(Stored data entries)
□ □ □

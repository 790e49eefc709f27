import type { StackDocument, StackItem, StackMedium } from '../../../../shared/stack.ts';
import { isBlock } from './items.ts';
import type { Materials } from './media.ts';

/** A library material in the version in which a medium uses it. */
export type UsedVersion = {
  id: string;
  /** Null where the medium names none: it is pinned when the stack is saved. */
  version: number | null;
  /** The newest that there is; null for a material that is not in reach. */
  newest: number | null;
};

type Named = Pick<StackMedium, 'material' | 'version' | 'assumeConstant'>;

/** Passes the medium, or each part of a mixture, through `change`. The same medium comes back when nothing changed. */
function mapNamed(medium: StackMedium, change: <One extends Named>(named: One) => One): StackMedium {
  const { mixture } = medium;
  if (!mixture) return change(medium);
  const [first, second] = [change(mixture.parts[0]), change(mixture.parts[1])];
  return first === mixture.parts[0] && second === mixture.parts[1]
    ? medium
    : { ...medium, mixture: { ...mixture, parts: [first, second] } };
}

/** The library materials of a medium: itself, or the parts of a mixture. */
export function usedVersions(medium: StackMedium, materials: Materials): UsedVersion[] {
  const used: UsedVersion[] = [];
  mapNamed(medium, (named) => {
    if (named.material !== undefined) {
      const newest = materials.get(named.material)?.version ?? null;
      used.push({ id: named.material, version: named.version ?? null, newest });
    }
    return named;
  });
  return used;
}

export function isOutdated({ version, newest }: UsedVersion): boolean {
  return version !== null && newest !== null && version < newest;
}

/** The medium with the newest version of its materials. */
export function withNewest(medium: StackMedium, materials: Materials): StackMedium {
  return mapNamed(medium, (named) => {
    const newest = named.material === undefined ? undefined : materials.get(named.material)?.version;
    const older = newest !== undefined && named.version !== undefined && named.version < newest;
    return older ? { ...named, version: newest } : named;
  });
}

/** The film with every medium passed through `change`: layers, oxides, what light comes from and leaves to. */
export function mapMedia(
  document: StackDocument,
  change: (medium: StackMedium) => StackMedium,
): StackDocument {
  const changeItem = (item: StackItem): StackItem => {
    if (isBlock(item)) return { ...item, layers: item.layers.map(changeItem) };
    const { oxide } = item;
    return {
      ...item,
      medium: change(item.medium),
      ...(oxide ? { oxide: { ...oxide, medium: change(oxide.medium) } } : {}),
    };
  };
  const { backside } = document;
  return {
    ...document,
    incident: change(document.incident),
    layers: document.layers.map(changeItem),
    substrate: change(document.substrate),
    ...(backside ? { backside: { ...backside, exit: change(backside.exit) } } : {}),
  };
}

/** Every material of the film in every version used, each once, in the order in which light meets it. */
export function filmVersions(document: StackDocument, materials: Materials): UsedVersion[] {
  const used = new Map<string, UsedVersion>();
  mapMedia(document, (medium) => {
    for (const one of usedVersions(medium, materials)) {
      const key = `${one.id}@${one.version ?? 'newest'}`;
      if (!used.has(key)) used.set(key, one);
    }
    return medium;
  });
  return [...used.values()];
}

/** The film with one material taken in its newest version wherever it stands, or every material. */
export function withNewestEverywhere(
  document: StackDocument,
  materials: Materials,
  only: string | null = null,
): StackDocument {
  const known = only === null ? materials : new Map([...materials].filter(([id]) => id === only));
  return mapMedia(document, (medium) => withNewest(medium, known));
}
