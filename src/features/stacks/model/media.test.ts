import { describe, expect, it } from 'vitest';
import {
  filmCautions,
  hasAxes,
  isMagnetic,
  mediumClass,
  mediumName,
  mediumNotes,
  versionKey,
} from './media.ts';
import { buildDocument, buildMaterials } from './stackFixtures.ts';

const materials = buildMaterials();
const co = { material: 'co', version: 1 };

describe('a medium on the drawing', () => {
  it('is named by formula, by the name it was given, or by its constants', () => {
    expect(mediumName(co, materials)).toBe('Co');
    expect(mediumName({ index: [2.3, 4.1], label: 'Co, annealed' }, materials)).toBe('Co, annealed');
    expect(mediumName({ index: [2.3, 4.1] }, materials)).toBe('2.3 + 4.1i');
    expect(mediumName({ index: 1.457 }, materials)).toBe('n 1.457');
    expect(mediumName({ material: 'not loaded' }, materials)).toBe('not loaded');
  });

  it('is coloured by class, typed-in constants by what they are like', () => {
    expect(mediumClass(co, materials)).toBe('magnet');
    expect(mediumClass({ index: [0.18, 3.43] }, materials)).toBe('noble');
    expect(mediumClass({ index: 1.457 }, materials)).toBe('dielectric');
    expect(mediumClass({ index: [3.88, 0.02] }, materials)).toBe('semiconductor');
    expect(mediumClass({ index: [3.5, 3.6] }, materials)).toBe('refractory');
    expect(mediumClass({ index: [2.3, 4.1], voigt: 0.03 }, materials)).toBe('magnet');
  });

  it('is magnetic when there is a Q', () => {
    expect(isMagnetic(co, materials)).toBe(true);
    expect(isMagnetic({ material: 'pt' }, materials)).toBe(false);
    expect(isMagnetic({ index: [2.3, 4.1], voigt: [0.03, 0] }, materials)).toBe(true);
  });
});

describe('a crystal of the library', () => {
  const co2 = materials.get('co')!;
  const crystals = new Map([
    ['plain', { ...co2, voigtRangeNm: null }],
    ['uniaxial', { ...co2, voigtRangeNm: null, anisotropy: 'uniaxial' as const }],
    ['cubic', { ...co2, voigtRangeNm: null, anisotropy: 'cubic' as const }],
    ['tensor', { ...co2, anisotropy: 'tensor' as const }],
  ]);
  const which = (test: (id: string) => boolean) => [...crystals.keys()].filter(test);

  it('has axes to turn, and an m where that does anything', () => {
    expect(which((material) => hasAxes({ material }, crystals))).toEqual(['uniaxial', 'cubic', 'tensor']);
    // A free tensor carries its own magnetization.
    expect(which((material) => isMagnetic({ material }, crystals))).toEqual(['cubic']);
  });

  it('says ε, not n and k, of a tensor that is known at other wavelengths', () => {
    const [note] = mediumNotes({ material: 'tensor' }, crystals, [100, 100], false);
    expect(note?.text).toBe('ε of Co is known for 450–1937 nm, not at 100 nm.');
  });
});

describe('an older version', () => {
  it('is judged by its own range, not by that of the newest', () => {
    const co1 = { ...materials.get('co')!, rangeNm: [600, 700] as [number, number] };
    const both = new Map([...materials, [versionKey('co', 1), co1] as const]);
    const textOf = (version: number) =>
      mediumNotes({ material: 'co', version }, both, [500, 500], false).map(({ text }) => text);
    expect(textOf(1)).toEqual(['n, k of Co is known for 600–700 nm, not at 500 nm.']);
    expect(textOf(2)).toEqual([]);
  });
});

describe('mediumNotes', () => {
  it('names what ends where, and offers to extend a constant of one wavelength', () => {
    expect(mediumNotes({ material: 'pt' }, materials, [100, 100], false)).toEqual([
      {
        tone: 'problem',
        kind: 'range',
        text: 'n, k of Pt is known for 248–2032 nm, not at 100 nm.',
        offer: null,
      },
    ]);
    expect(mediumNotes(co, materials, [500, 700], true)[0]).toMatchObject({
      tone: 'problem',
      text: 'Q of Co is known at 632.8 nm only, not at 500–700 nm.',
      offer: 'assumeConstant',
    });
  });

  it('says so once it is extended, and leaves Q alone where m is 0', () => {
    expect(mediumNotes({ ...co, assumeConstant: true }, materials, [500, 700], true)[0]).toMatchObject({
      tone: 'caution',
      kind: 'extended',
    });
    expect(mediumNotes(co, materials, [500, 700], false)).toEqual([]);
    expect(mediumNotes(co, materials, [632.8, 632.8], true)).toMatchObject([{ kind: 'memory' }]);
  });

  it('says each thing once for the film', () => {
    const document = buildDocument();
    const twice = { ...document, layers: [...document.layers, { ...document.layers[1]!, id: 'co2' }] };
    expect(filmCautions(twice, materials, [632.8, 632.8])).toHaveLength(1);
  });
});
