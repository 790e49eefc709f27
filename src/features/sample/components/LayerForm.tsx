import type { StackDocument, StackLayer, StackMedium } from '../../../../shared/stack.ts';
import { mixedWith, oxideText, withSample } from '../model/sampleParts.ts';
import type { EditFilm } from '../model/sampleParts.ts';
import { AxesRow } from './AxesRow.tsx';
import { MixtureForm } from './MixtureForm.tsx';
import type { PickMedium } from './pickMedium.ts';
import { Check, Row, SampleQuantity } from './SampleQuantity.tsx';

type Props = {
  document: StackDocument;
  layer: StackLayer;
  edit: EditFilm;
  nameOf: (medium: StackMedium) => string;
  isMagnetic: (medium: StackMedium) => boolean;
  hasAxes: (medium: StackMedium) => boolean;
  pickMedium: PickMedium;
};

/** A transparent oxide to begin with, until the real one is chosen. */
const FIRST_OXIDE: StackMedium = { index: [2.3, 0], label: 'oxide' };

/** One layer of a real sample. */
export function LayerForm({ document, layer, edit, nameOf, isMagnetic, hasAxes, pickMedium }: Props) {
  const name = nameOf(layer.medium);
  const change = (patch: Parameters<typeof withSample>[2], what: string | null) =>
    edit((now) => withSample(now, layer.id, patch), what && `${what} of ${layer.id}`);
  const changeMedium = (medium: StackMedium) =>
    edit((now) => {
      const changed = withSample(now, layer.id, { medium });
      return isMagnetic(medium) ? magnetized(changed, layer.id) : changed;
    }, null);
  const { dead = { topNm: 0, bottomNm: 0 }, oxide } = layer;
  const liveNm = layer.thicknessNm - (oxide?.consumedNm ?? 0);
  return (
    <>
      <Row label="Graded interface above">
        <SampleQuantity
          label={`width of the graded interface above ${name}`}
          unit="nm"
          value={layer.gradedNm ?? 0}
          onChange={(gradedNm) => change({ gradedNm }, 'graded')}
        />
      </Row>
      {layer.m && (
        <Row label="Magnetically dead at">
          {(['topNm', 'bottomNm'] as const).map((side) => (
            <span key={side} className="inline-flex items-center">
              {side === 'topNm' ? 'top' : 'bottom'}
              <SampleQuantity
                label={`dead ${side === 'topNm' ? 'top' : 'bottom'} of ${name}`}
                unit="nm"
                value={dead[side]}
                max={Math.max(0, liveNm - dead[side === 'topNm' ? 'bottomNm' : 'topNm'])}
                onChange={(value) => change({ dead: { ...dead, [side]: value } }, `dead ${side}`)}
              />
            </span>
          ))}
        </Row>
      )}
      <Check
        label="Oxidised at its top"
        checked={oxide !== undefined}
        onChange={(on) => {
          const consumedNm = Math.min(1, layer.thicknessNm);
          change({ oxide: on ? { medium: FIRST_OXIDE, consumedNm, expansion: 1.7 } : undefined }, null);
        }}
      />
      {oxide && (
        <div className="ml-5 flex flex-col gap-1">
          <Row label="Oxide">
            {pickMedium({
              medium: oxide.medium,
              label: `the oxide of ${name}`,
              onChange: (medium) => change({ oxide: { ...oxide, medium } }, null),
            })}
          </Row>
          <Row label={`${name} consumed`}>
            <SampleQuantity
              label={`${name} consumed`}
              unit="nm"
              value={oxide.consumedNm}
              max={Math.max(0, layer.thicknessNm - dead.topNm - dead.bottomNm)}
              onChange={(consumedNm) => change({ oxide: { ...oxide, consumedNm } }, 'consumed')}
            />
          </Row>
          <Row label="Expansion, oxide over metal">
            <SampleQuantity
              label="expansion, oxide over metal"
              unit="×"
              min={0.1}
              max={10}
              value={oxide.expansion}
              onChange={(expansion) => change({ oxide: { ...oxide, expansion } }, 'expansion')}
            />
          </Row>
          <p className="text-small text-muted">{oxideText(layer, name, nameOf(oxide.medium))}</p>
        </div>
      )}
      {layer.medium.mixture ? (
        <MixtureForm
          mixture={layer.medium.mixture}
          nameOf={nameOf}
          pickMedium={pickMedium}
          onChange={(medium) => changeMedium(medium)}
        />
      ) : (
        !hasAxes(layer.medium) && (
          <button
            type="button"
            className="w-fit rounded-box text-accent hover:underline"
            onClick={() => changeMedium(mixedWith(layer.medium, document.incident))}
          >
            Make {name} a mixture of two media
          </button>
        )
      )}
      {hasAxes(layer.medium) && (
        <AxesRow medium={layer.medium} name={name} onChange={(medium, what) => change({ medium }, what)} />
      )}
    </>
  );
}

/** A medium that has become magnetic arrives with an m, or nothing would show what it does. */
function magnetized(document: StackDocument, id: string): StackDocument {
  const visit = (items: StackDocument['layers']): StackDocument['layers'] =>
    items.map((item) => {
      if ('layers' in item) return { ...item, layers: visit(item.layers) };
      return item.id === id && item.m === undefined ? { ...item, m: [0, 0, 1] } : item;
    });
  return { ...document, layers: visit(document.layers) };
}
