import { useId } from 'react';
import type { ImportTable } from '../../../../shared/materialImport.ts';
import { Select } from '../../../components/Select.tsx';
import { formatNumber } from '../../../lib/format.ts';
import type { ColumnPlan } from '../model/columnPlan.ts';
import { columnRoles, roleLabels, unitKindOf, unitLabels, unitsOf } from '../model/columnRoles.ts';
import type { ColumnRole } from '../model/columnRoles.ts';

const roleOptions = columnRoles.map((role) => ({ value: role, label: roleLabels[role] }));

type Units = ColumnPlan['units'];

type ColumnHeadProps = {
  number: number;
  column: ImportTable['columns'][number];
  role: ColumnRole;
  units: Units;
  onRole: (role: ColumnRole) => void;
  onUnits: (units: Units) => void;
};

/** What a column means and in which unit, above its header and its range. */
export function ColumnHead({ number, column, role, units, onRole, onUnits }: ColumnHeadProps) {
  const id = useId();
  const name = column.header ?? `column ${number}`;
  return (
    <div className="flex min-w-48 flex-col gap-1.5">
      <Select
        aria-label={`Meaning of column ${number}, ${name}`}
        aria-describedby={`${id}-range`}
        value={role}
        options={roleOptions}
        onValueChange={onRole}
        className={role === 'unused' ? 'opacity-75' : ''}
      />
      <UnitSelect number={number} role={role} units={units} onUnits={onUnits} />
      <div className="font-semibold text-ink">{name}</div>
      <div id={`${id}-range`} className="text-small font-normal whitespace-nowrap text-muted">
        {formatNumber(column.least)} to {formatNumber(column.greatest)}
      </div>
    </div>
  );
}

type UnitSelectProps = Pick<ColumnHeadProps, 'number' | 'role' | 'units' | 'onUnits'>;

function UnitSelect({ number, role, units, onUnits }: UnitSelectProps) {
  const label = `Unit of column ${number}`;
  switch (unitKindOf(role)) {
    case null:
      return <div className="flex h-9 items-center text-small font-normal text-muted">no unit</div>;
    case 'spectral':
      return (
        <Select
          aria-label={label}
          value={units.spectral}
          options={unitsOf.spectral.map((unit) => ({ value: unit, label: unitLabels[unit] }))}
          onValueChange={(spectral) => onUnits({ ...units, spectral })}
        />
      );
    case 'conductivity':
      return (
        <Select
          aria-label={label}
          value={units.conductivity}
          options={unitsOf.conductivity.map((unit) => ({ value: unit, label: unitLabels[unit] }))}
          onValueChange={(conductivity) => onUnits({ ...units, conductivity })}
        />
      );
    case 'angle':
      return (
        <Select
          aria-label={label}
          value={units.angle}
          options={unitsOf.angle.map((unit) => ({ value: unit, label: unitLabels[unit] }))}
          onValueChange={(angle) => onUnits({ ...units, angle })}
        />
      );
  }
}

□ □ □

Work task:
Show all lines from the data that contain "EditFilm".

Task solution:
import type { EditFilm } from '../model/sampleParts.ts';
  edit: EditFilm;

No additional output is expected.